おそらく平凡な日常

トレーニングの記録となんでもない事

パワハラ上司を科学する;津野香奈美,2023ちくま新書(読書録)

自分が就職した頃、ハラスメントという言葉を耳にすることはなかった。

当時は、主に小・中・高校の子供世代から、一般企業や公務員として働く大人世代にまで波及していた「いじめ」が社会問題となっていた。

初めて耳にしたハラスメントは「セクハラ」だったと記憶している。平成20年代あたりだろう。それが今やパワハラモラハラ、マタハラなど多くの「~ハラスメント」が社会問題とされ、その根絶に向けた取り組みがなされている。特に旧態依然の文化が色濃く残る会社や団体にとってその取り組みは容易ではないだろう。

かくいう自分も、ハラスメントに関する教育と対策を担当し、苦労した一人である。

教育を担当したといっても、官公庁のHPから引っ張れる教育資料やリーフレットで理解を深め、その資料を引用して紹介していたにすぎない。片手間な仕事であったと、今となっては少し反省している。

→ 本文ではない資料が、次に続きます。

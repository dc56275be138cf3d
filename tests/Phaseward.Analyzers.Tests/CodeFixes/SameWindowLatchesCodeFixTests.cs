using System.Threading.Tasks;
using Microsoft.CodeAnalysis;
using Microsoft.CodeAnalysis.Testing;
using Phaseward.Analyzers.Tests.Verifiers;
using Phaseward.Checking;
using Phaseward.CodeFixes;
using static Phaseward.Analyzers.Tests.Rules.RuleSources;

namespace Phaseward.Analyzers.Tests.CodeFixes;

/// <summary>
/// The PW1001 code fix. Each fixed design is re-analysed by the framework and must compile and carry no PW1001 (nor any
/// other clock-phase diagnostic): a latch and its source on complementary phases of one clock is the two-phase
/// discipline (Weste &amp; Harris, "CMOS VLSI Design", 4th ed., ch. 10; from memory).
/// </summary>
public class SameWindowLatchesCodeFixTests
{
    private static DiagnosticResult Pw1001(int location, int related, string latch, string source, string phase)
        => new DiagnosticResult(RuleCatalog.SameWindowLatches.Id, DiagnosticSeverity.Warning).WithLocation(location).WithLocation(related)
            .WithArguments(latch, source, phase);

    private static PhasewardCodeFixTest<ClockPhaseAnalyzer, SameWindowLatchesCodeFix> Test(string source, string fixedSource, params DiagnosticResult[] expected)
        => new(source, fixedSource, expected);

    [Fact]
    public Task SwitchesClockHighToClockLowKeepingComments()
        => Test(Design("Front", """
            var sample = c.Clock("sample", 4.Nanoseconds());
            // capture the comparator while sample is high
            var captured = {|#1:c.DynamicLatch(c.Input("comparator"), sample.High, "capture")|};
            var shaped = {|#0:c.StaticLatch(c.Inverter(captured), /* shaping */ sample.High /* phase */, "shape")|}; // second stage
            c.Output("y", shaped);
            """), Design("Front", """
            var sample = c.Clock("sample", 4.Nanoseconds());
            // capture the comparator while sample is high
            var captured = c.DynamicLatch(c.Input("comparator"), sample.High, "capture");
            var shaped = c.StaticLatch(c.Inverter(captured), /* shaping */ sample.Low /* phase */, "shape"); // second stage
            c.Output("y", shaped);
            """), Pw1001(0, 1, "shape", "capture", "sample.High"))
            .Choosing(EquivalenceKeys.SwitchLatchPhase).RunAsync();

    [Fact]
    public Task SwitchesAGatedClocksPhaseAndANamedArgument()
        => Test(Design("Gated", """
            var clk = c.Clock("clk", 4.Nanoseconds());
            var gated = c.ClockGate(clk, c.Input("en"), name: "gated");
            var a = {|#1:c.DynamicLatch(c.Input("d"), clk.Low, "A")|};
            c.Output("q", {|#0:c.DynamicLatch(a, name: "B", transparent: gated.Low)|});
            """), Design("Gated", """
            var clk = c.Clock("clk", 4.Nanoseconds());
            var gated = c.ClockGate(clk, c.Input("en"), name: "gated");
            var a = c.DynamicLatch(c.Input("d"), clk.Low, "A");
            c.Output("q", c.DynamicLatch(a, name: "B", transparent: gated.High));
            """), Pw1001(0, 1, "B", "A", "clk.Low and gated.Low (together for 2.03 ns of every 4 ns)"))
            .RunAsync();

    [Fact]
    public Task APhaseHeldInALocalBecomesItsComplement()
        => Test(Design("Local", """
            var clk = c.Clock("clk", 4.Nanoseconds());
            Phase open = clk.High;
            var a = {|#1:c.DynamicLatch(c.Input("d"), open, "A")|};
            c.Output("q", {|#0:c.DynamicLatch(a, open, "B")|});
            """), Design("Local", """
            var clk = c.Clock("clk", 4.Nanoseconds());
            Phase open = clk.High;
            var a = c.DynamicLatch(c.Input("d"), open, "A");
            c.Output("q", c.DynamicLatch(a, open.Complement, "B"));
            """), Pw1001(0, 1, "B", "A", "clk.High"))
            .RunAsync();

    [Fact]
    public Task AComplementIsUndone()
        => Test(Design("Undo", """
            var clk = c.Clock("clk", 4.Nanoseconds());
            var a = {|#1:c.DynamicLatch(c.Input("d"), clk.Low, "A")|};
            c.Output("q", {|#0:c.DynamicLatch(a, clk.High.Complement, "B")|});
            """), Design("Undo", """
            var clk = c.Clock("clk", 4.Nanoseconds());
            var a = c.DynamicLatch(c.Input("d"), clk.Low, "A");
            c.Output("q", c.DynamicLatch(a, clk.High, "B"));
            """), Pw1001(0, 1, "B", "A", "clk.Low"))
            .RunAsync();

    [Fact]
    public Task SwitchesAHandBuiltLatchsSingleGate()
        => Test(Design("ByHand", """
            var clk = c.Clock("clk", 4.Nanoseconds());
            var store = c.Node("store");
            {|#1:c.TransmissionGate(c.Input("d"), clk.High, store)|};
            var store2 = c.Node("store2");
            {|#0:c.TransmissionGate(c.Inverter(store), clk.High, store2)|};
            c.Output("y", c.Inverter(store2));
            """), Design("ByHand", """
            var clk = c.Clock("clk", 4.Nanoseconds());
            var store = c.Node("store");
            c.TransmissionGate(c.Input("d"), clk.High, store);
            var store2 = c.Node("store2");
            c.TransmissionGate(c.Inverter(store), clk.Low, store2);
            c.Output("y", c.Inverter(store2));
            """), Pw1001(0, 1, "store2", "store", "clk.High"))
            .RunAsync();

    [Theory]
    [InlineData("DynamicRegister", "DynamicLatch")]
    [InlineData("StaticRegister", "StaticLatch")]
    public Task InsertsALatchAndAnInverterBeforeARegister(string register, string latch)
        // The early latch (clk.Low) feeds R's master (clk.Low). The new latch on clk.High sits between them: early →
        // new (Low → High) and new → master (High → Low) alternate, and the inverter gives R the data it had before.
        => Test(Design("IntoRegister", $$"""
            var clk = c.Clock("clk", 4.Nanoseconds());
            var early = {|#1:c.DynamicLatch(c.Input("d"), clk.Low, "early")|};
            c.Output("q", {|#0:c.{{register}}(c.Inverter(early) /* data */, clk, "R")|});
            """), Design("IntoRegister", $$"""
            var clk = c.Clock("clk", 4.Nanoseconds());
            var early = c.DynamicLatch(c.Input("d"), clk.Low, "early");
            c.Output("q", c.{{register}}(c.Inverter(c.{{latch}}(c.Inverter(early), clk.High)) /* data */, clk, "R"));
            """), Pw1001(0, 1, "R.master", "early", "clk.Low"))
            .Choosing(EquivalenceKeys.InsertLatchBeforeRegister).RunAsync();

    // No fix where the result would be ambiguous: the fixed source is the source itself (no action offered).
    private static Task NoFix(string body, params DiagnosticResult[] expected)
    {
        var source = Design("Ambiguous", body);
        return Test(source, source, expected).RunAsync();
    }

    [Fact]
    public Task NoFixForALatchCallInALoop()
        // One call makes L0, L1, L2: switching it would move all three (still a chain).
        => NoFix("""
            var clk = c.Clock("clk", 4.Nanoseconds());
            var net = c.Input("d");
            for (var i = 0; i < 3; i++)
                net = {|#0:c.DynamicLatch(net, clk.High, $"L{i}")|};
            c.Output("q", net);
            """, Pw1001(0, 0, "L1", "L0", "clk.High"), Pw1001(0, 0, "L2", "L1", "clk.High"));

    [Fact]
    public Task NoFixForALatchCallInAHelperMethod()
        // The helper's one call makes both latches, whatever phase each use passes.
        => NoFix("""
            var clk = c.Clock("clk", 4.Nanoseconds());
            var first = Stage(c, c.Input("d"), clk.High, "first");
            Stage(c, first, clk.High, "second");
            }

            private static Net Stage(Circuit c, Net d, Phase phase, string name)
            {
                return c.Inverter({|#0:c.DynamicLatch(d, phase, name)|});
            """, Pw1001(0, 0, "second", "first", "clk.High"));

    [Fact]
    public Task NoFixForALatchFedBackToItself()
        => NoFix("""
            var clk = c.Clock("clk", 4.Nanoseconds());
            var back = c.Node("back");
            var q = {|#0:c.DynamicLatch(back, clk.High, "L")|};
            c.Inverter(q, back);
            """, Pw1001(0, 0, "L", "L", "clk.High"));

    [Fact]
    public Task NoFixForAHandBuiltStaticLatchWhoseFeedbackGateIsAnotherCall()
        => NoFix("""
            var clk = c.Clock("clk", 4.Nanoseconds());
            var a = {|#1:c.DynamicLatch(c.Input("d"), clk.High, "A")|};
            var store = c.Node("store");
            {|#0:c.TransmissionGate(c.Inverter(a), clk.High, store)|};
            var q = c.Inverter(store, "q");
            c.TransmissionGate(c.Inverter(q), clk.Low, store);
            """, Pw1001(0, 1, "store", "A", "clk.High"));

    [Fact]
    public Task NoInsertionWhenTheRegistersClockIsMadeAtTheCall()
        // Repeating c.BufferedClock(...) for the new latch would make a second clock.
        => NoFix("""
            var clk = c.Clock("clk", 4.Nanoseconds());
            var early = {|#1:c.DynamicLatch(c.Input("d"), clk.Low, "early")|};
            {|#0:c.DynamicRegister(c.Inverter(early), c.BufferedClock(clk, 10.Picoseconds(), "late"), "R")|};
            """, Pw1001(0, 1, "R.master", "early", "clk.Low and late.Low (together for 2.02 ns of every 4 ns)"));

    [Fact]
    public Task FixAllSwitchesAChainUpstreamFirstAndEveryOtherPair()
    {
        // A → B → C all on clk.High (PW1001 at B and at C) and D → E on clk.Low. Switching both B and C would leave B
        // and C in one window; FixAll switches B (which resolves C) and E.
        var source = Design("Pipeline", """
            var clk = c.Clock("clk", 4.Nanoseconds());
            var a = {|#1:c.DynamicLatch(c.Input("d"), clk.High, "A")|};
            var b = {|#0:c.DynamicLatch(a, clk.High, "B")|}; // middle
            c.Output("q", {|#2:c.DynamicLatch(b, clk.High, "C")|});
            var d = {|#4:c.DynamicLatch(c.Input("e"), clk.Low, "D")|};
            c.Output("r", {|#3:c.DynamicLatch(d, clk.Low, "E")|});
            """);
        var fixedSource = Design("Pipeline", """
            var clk = c.Clock("clk", 4.Nanoseconds());
            var a = c.DynamicLatch(c.Input("d"), clk.High, "A");
            var b = c.DynamicLatch(a, clk.Low, "B"); // middle
            c.Output("q", c.DynamicLatch(b, clk.High, "C"));
            var d = c.DynamicLatch(c.Input("e"), clk.Low, "D");
            c.Output("r", c.DynamicLatch(d, clk.High, "E"));
            """);
        var test = Test(source, fixedSource,
            Pw1001(0, 1, "B", "A", "clk.High"), Pw1001(2, 0, "C", "B", "clk.High"), Pw1001(3, 4, "E", "D", "clk.Low"));
        // One at a time: B (C's finding goes with it), then E.
        test.NumberOfIncrementalIterations = 2;
        test.NumberOfFixAllIterations = 1;
        return test.Choosing(EquivalenceKeys.SwitchLatchPhase).RunAsync();
    }

    [Fact]
    public Task FixAllInsertsOneLatchPerRegister()
    {
        var source = Design("Registers", """
            var clk = c.Clock("clk", 4.Nanoseconds());
            var early = {|#1:c.DynamicLatch(c.Input("d"), clk.Low, "early")|};
            var late = {|#3:c.StaticLatch(c.Input("e"), clk.Low, "late")|};
            var r = {|#0:c.DynamicRegister(c.Nand(early, late), clk, "R")|};
            c.Output("q", {|#2:c.StaticRegister(late, clk, "S")|});
            """);
        var fixedSource = Design("Registers", """
            var clk = c.Clock("clk", 4.Nanoseconds());
            var early = c.DynamicLatch(c.Input("d"), clk.Low, "early");
            var late = c.StaticLatch(c.Input("e"), clk.Low, "late");
            var r = c.DynamicRegister(c.Inverter(c.DynamicLatch(c.Nand(early, late), clk.High)), clk, "R");
            c.Output("q", c.StaticRegister(c.Inverter(c.StaticLatch(late, clk.High)), clk, "S"));
            """);
        var test = Test(source, fixedSource,
            Pw1001(0, 1, "R.master", "early", "clk.Low"), Pw1001(0, 3, "R.master", "late", "clk.Low"), Pw1001(2, 3, "S.master", "late", "clk.Low"));
        test.NumberOfIncrementalIterations = 2;
        test.NumberOfFixAllIterations = 1;
        return test.Choosing(EquivalenceKeys.InsertLatchBeforeRegister).RunAsync();
    }
}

そういった経験もあって、興味深いタイトルにひかれて本書を手に取った。

本書は、パワハラが体系的に理解できるようにまとめられている。また、道徳心や感情に訴えがちな「パワハラ」に対して、多くの引用文献をベースにまとめられているため、これまでの教育資料よりも圧倒的に説得力がある。

会社などの教育担当でなくとも、会社や団体勤めの社会人であれば手に取る価値のある本だと思う。

今後は、内容をかいつまんで忘備録としてまとめていきたい。